Task brief
What is needed is a copy of each line in the listing that contains "SPDX".

Records for the task

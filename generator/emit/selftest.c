/* SPDX-License-Identifier: GPL-3.0-or-later */
/* The vectors as C arrays and the function that runs them. Each signal goes through step and, cut
 * into blocks of changing length, through block; both must give the expected samples. */
#include <ctype.h>
#include <math.h>

#include "emit/emission.h"
#include "emit/signals.h"
#include "emit/vectors.h"

typedef struct pw_selftest {
    pw_emission e;
    pw_vector vector[PW_SIGNALS];
    int n;
    double shift, tolerance; /* floats: what contraction does, what is accepted */
    const char *capitals; /* the stage's name in capitals */
} pw_selftest;

static const char *capitals_of(const pw_emission *e)
{
    char *name = pw_arena_copy(e->arena, e->stage);
    for (char *c = name; *c; c++) *c = (char)toupper((unsigned char)*c);
    return name;
}

/* "full_scale_square" */
static const char *array_name(const pw_emission *e, pw_signal signal)
{
    char *name = pw_arena_copy(e->arena, pw_signal_word(signal));
    for (char *c = name; *c; c++)
        if (*c == '-') *c = '_';
    return name;
}

static void arrays(const pw_selftest *t, pw_code *source)
{
    for (int i = 0; i < t->n; i++) {
        const pw_vector *v = &t->vector[i];
        const char *name = array_name(&t->e, v->signal);
        pw_blank(source);
        for (int expected = 0; expected < 2; expected++) {
            const char *head = pw_arena_print(t->e.arena, "static const @ $_%s_%s[%ld]", name,
                                              expected ? "expected" : "input", v->n);
            if (t->e.fixed)
                pw_array_words(source, head, expected ? v->out_words : v->in_words, v->n);
            else
                pw_array_reals(source, head, expected ? v->out_reals : v->in_reals, v->n,
                               t->e.single);
        }
    }
}

/* Sets the state that the silence starts from; what is not named stays 0. */
static void start_function(const pw_selftest *t, pw_code *source)
{
    const pw_realisation *r = t->e.r;
    pw_blank(source);
    pw_comment_line(
        source,
        "The state that the silence starts from: the worst zero-input cycle that was found.");
    pw_code *f = pw_function(source, "static void start_silence($_state *s)");
    for (int k = 0; k < r->count; k++) {
        pw_code *group = pw_section_group(f, k + 1);
        for (int i = 0; i < 6; i++) {
            const char *member = t->e.form[k]->member(&t->e, &r->section[k], i);
            int64_t value = r->limit_cycle.state[k][i];
            if (member && value)
                pw_assign(group, pw_arena_print(t->e.arena, "s->%s", member), pw_word(value));
        }
    }
    if (!f->first) pw_put(f, "(void)s;");
}

static void check_function(pw_code *source)
{
    pw_blank(source);
    pw_comment_line(source, "1 + the index of the first sample at which step or block differs, or "
                            "0. Both states start alike.");
    pw_code *f = pw_function(
        source, "static long check($_state *by_step, const @ *input, const @ *expected, long n)");
    pw_put(f, "$_state by_block = *by_step;");
    pw_put(f, "@ out[16];");
    pw_put(f, "long done = 0, size = 1;");
    pw_code *loop = pw_block(f, "while (done < n)", "");
    pw_put(loop, "long i;");
    pw_put(loop, "if (size > n - done) size = n - done;");
    pw_put(loop, "$_block(&by_block, input + done, out, (size_t)size);");
    pw_code *inner = pw_block(loop, "for (i = 0; i < size; i++)", "");
    pw_put(inner, "const @ y = $_step(by_step, input[done + i]);");
    pw_put(inner, "if (differs(y, expected[done + i]) || differs(out[i], expected[done + i])) "
                  "return 1 + done + i;");
    pw_put(loop, "done += size;");
    pw_put(loop, "size = size % 16 + 1;");
    pw_put(f, "return 0;");
}

static void differs_function(const pw_selftest *t, pw_code *source)
{
    if (!t->e.fixed) {
        pw_directive(source, pw_arena_print(t->e.arena, "#ifndef %s_TOLERANCE", t->capitals));
        pw_constant(source, "static const @ tolerance", pw_real(t->tolerance, t->e.single),
                    "see the header");
        pw_directive(source, "#else");
        pw_put(source, pw_arena_print(t->e.arena, "static const @ tolerance = (@)%s_TOLERANCE;",
                                      t->capitals));
        pw_directive(source, "#endif");
        pw_blank(source);
    }
    pw_code *f = pw_function(source, "static int differs(@ y, @ expected)");
    if (t->e.fixed) {
        pw_put(f, "return y != expected;");
        return;
    }
    pw_put(f, "const @ d = y - expected;");
    pw_put_with(f, "return !(d <= tolerance && -d <= tolerance);", "a NaN differs");
}

static void selftest_function(const pw_selftest *t, pw_code *source)
{
    long base = 0;
    pw_blank(source);
    pw_code *f = pw_function(source, "long $_selftest(void)");
    pw_put(f, "$_state s;");
    pw_put(f, "long bad;");
    for (int i = 0; i < t->n; i++) {
        const pw_vector *v = &t->vector[i];
        const char *name = array_name(&t->e, v->signal);
        pw_put(f, "$_reset(&s);");
        if (v->from_state) pw_put(f, "start_silence(&s);");
        pw_put(f, pw_arena_print(t->e.arena, "bad = check(&s, $_%s_input, $_%s_expected, %ld);",
                                 name, name, v->n));
        pw_put(f, base ? pw_arena_print(t->e.arena, "if (bad) return %ld + bad;", base)
                       : "if (bad) return bad;");
        base += v->n;
    }
    if (!t->n) pw_put(f, "(void)s, (void)bad;");
    pw_put(f, "return 0;");
}

/* As the C prints the tolerance: rounded up, so that the text is never below the bound. */
static double rounded_up(double value, bool single)
{
    if (value == 0) return 0;
    double unit = pow(10, floor(log10(value)) - 2), up = ceil(value / unit) * unit;
    return single ? (double)nextafterf((float)up, INFINITY) : up;
}

static void header_file(const pw_selftest *t, pw_code *header)
{
    long base = 0;
    const char *guard = pw_arena_print(t->e.arena, "%s_SELFTEST_H", t->capitals);
    pw_comment_line(header, "SPDX-License-Identifier: 0BSD");
    pw_code *comment = pw_comment(header);
    pw_prose(comment, "Test vectors of %s and a function that runs them. Made by polewright %s.",
             t->e.stage, PW_VERSION);
    pw_prose(
        comment,
        "Every signal goes through step, and cut into blocks of 1 to 16 samples through block.");
    for (int i = 0; i < t->n; i++) {
        const pw_vector *v = &t->vector[i];
        pw_prose(comment, "  samples %ld to %ld: %s%s", base, base + v->n - 1,
                 pw_signal_word(v->signal),
                 v->from_state ? ", from the state of the worst zero-input cycle" : "");
        base += v->n;
    }
    if (!t->e.fixed) {
        pw_prose(comment,
                 "Expected samples are bit for bit those of code compiled with -ffp-contract=off. "
                 "Contracting"
                 " every multiply-add moves these samples by up to %.3g of full scale (measured); "
                 "%.3g is accepted, four"
                 " times that, for compilers that contract elsewhere. Define %s_TOLERANCE as 0 to "
                 "accept nothing.",
                 t->shift, t->tolerance, t->capitals);
    }
    pw_directive(header, pw_arena_print(t->e.arena, "#ifndef %s", guard));
    pw_directive(header, pw_arena_print(t->e.arena, "#define %s", guard));
    pw_extern_c(header, true);
    pw_blank(header);
    pw_comment_line(header, "0, or 1 + the running index, over all signals in order, of the first "
                            "sample that differs.");
    pw_put(header, "long $_selftest(void);");
    pw_blank(header);
    pw_extern_c(header, false);
    pw_directive(header, "#endif");
}

static void source_file(const pw_selftest *t, pw_code *source)
{
    pw_comment_line(source, "SPDX-License-Identifier: 0BSD");
    pw_comment_line(source, pw_arena_print(t->e.arena,
                                           "Made by polewright %s; what is in here: %s_selftest.h.",
                                           PW_VERSION, t->e.stage));
    pw_directive(source, "#include \"$_selftest.h\"");
    pw_directive(source, "#include \"$.h\"");
    arrays(t, source);
    pw_blank(source);
    if (t->n) differs_function(t, source);
    for (int i = 0; i < t->n; i++)
        if (t->vector[i].from_state) start_function(t, source);
    if (t->n) check_function(source);
    selftest_function(t, source);
}

static void emit_files(const pw_selftest *t, pw_fileset *out)
{
    const pw_emission *e = &t->e;
    pw_code *header = pw_code_file(e->arena, e->stage, e->type);
    pw_code *source = pw_code_file(e->arena, e->stage, e->type);
    header_file(t, header);
    source_file(t, source);
    pw_code_render(header,
                   pw_fileset_add(out, pw_arena_print(e->arena, "%s_selftest.h", e->stage)));
    pw_code_render(source,
                   pw_fileset_add(out, pw_arena_print(e->arena, "%s_selftest.c", e->stage)));
}

pw_status pw_emit_selftest(const pw_results *results, pw_fileset *out)
{
    pw_arena arena = {0};
    pw_selftest t = {.n = 0};
    pw_emission_begin(&t.e, results, &arena);
    t.capitals = capitals_of(&t.e);
    for (int s = 0; s < PW_SIGNALS; s++)
        if (results->stage->vectors.want[s])
            pw_vector_make(results, (pw_signal)s, &t.vector[t.n++]);
    t.shift = pw_contraction_shift(results, t.vector, t.n);
    t.tolerance = rounded_up(pw_float_tolerance(results, t.vector, t.n, t.shift), t.e.single);
    emit_files(&t, out);
    for (int i = 0; i < t.n; i++) pw_vector_free(&t.vector[i]);
    pw_arena_free(&arena);
    return PW_OK;
}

Written response
/* SPDX-License-Identifier: GPL-3.0-or-later */
    pw_comment_line(header, "SPDX-License-Identifier: 0BSD");
    pw_comment_line(source, "SPDX-License-Identifier: 0BSD");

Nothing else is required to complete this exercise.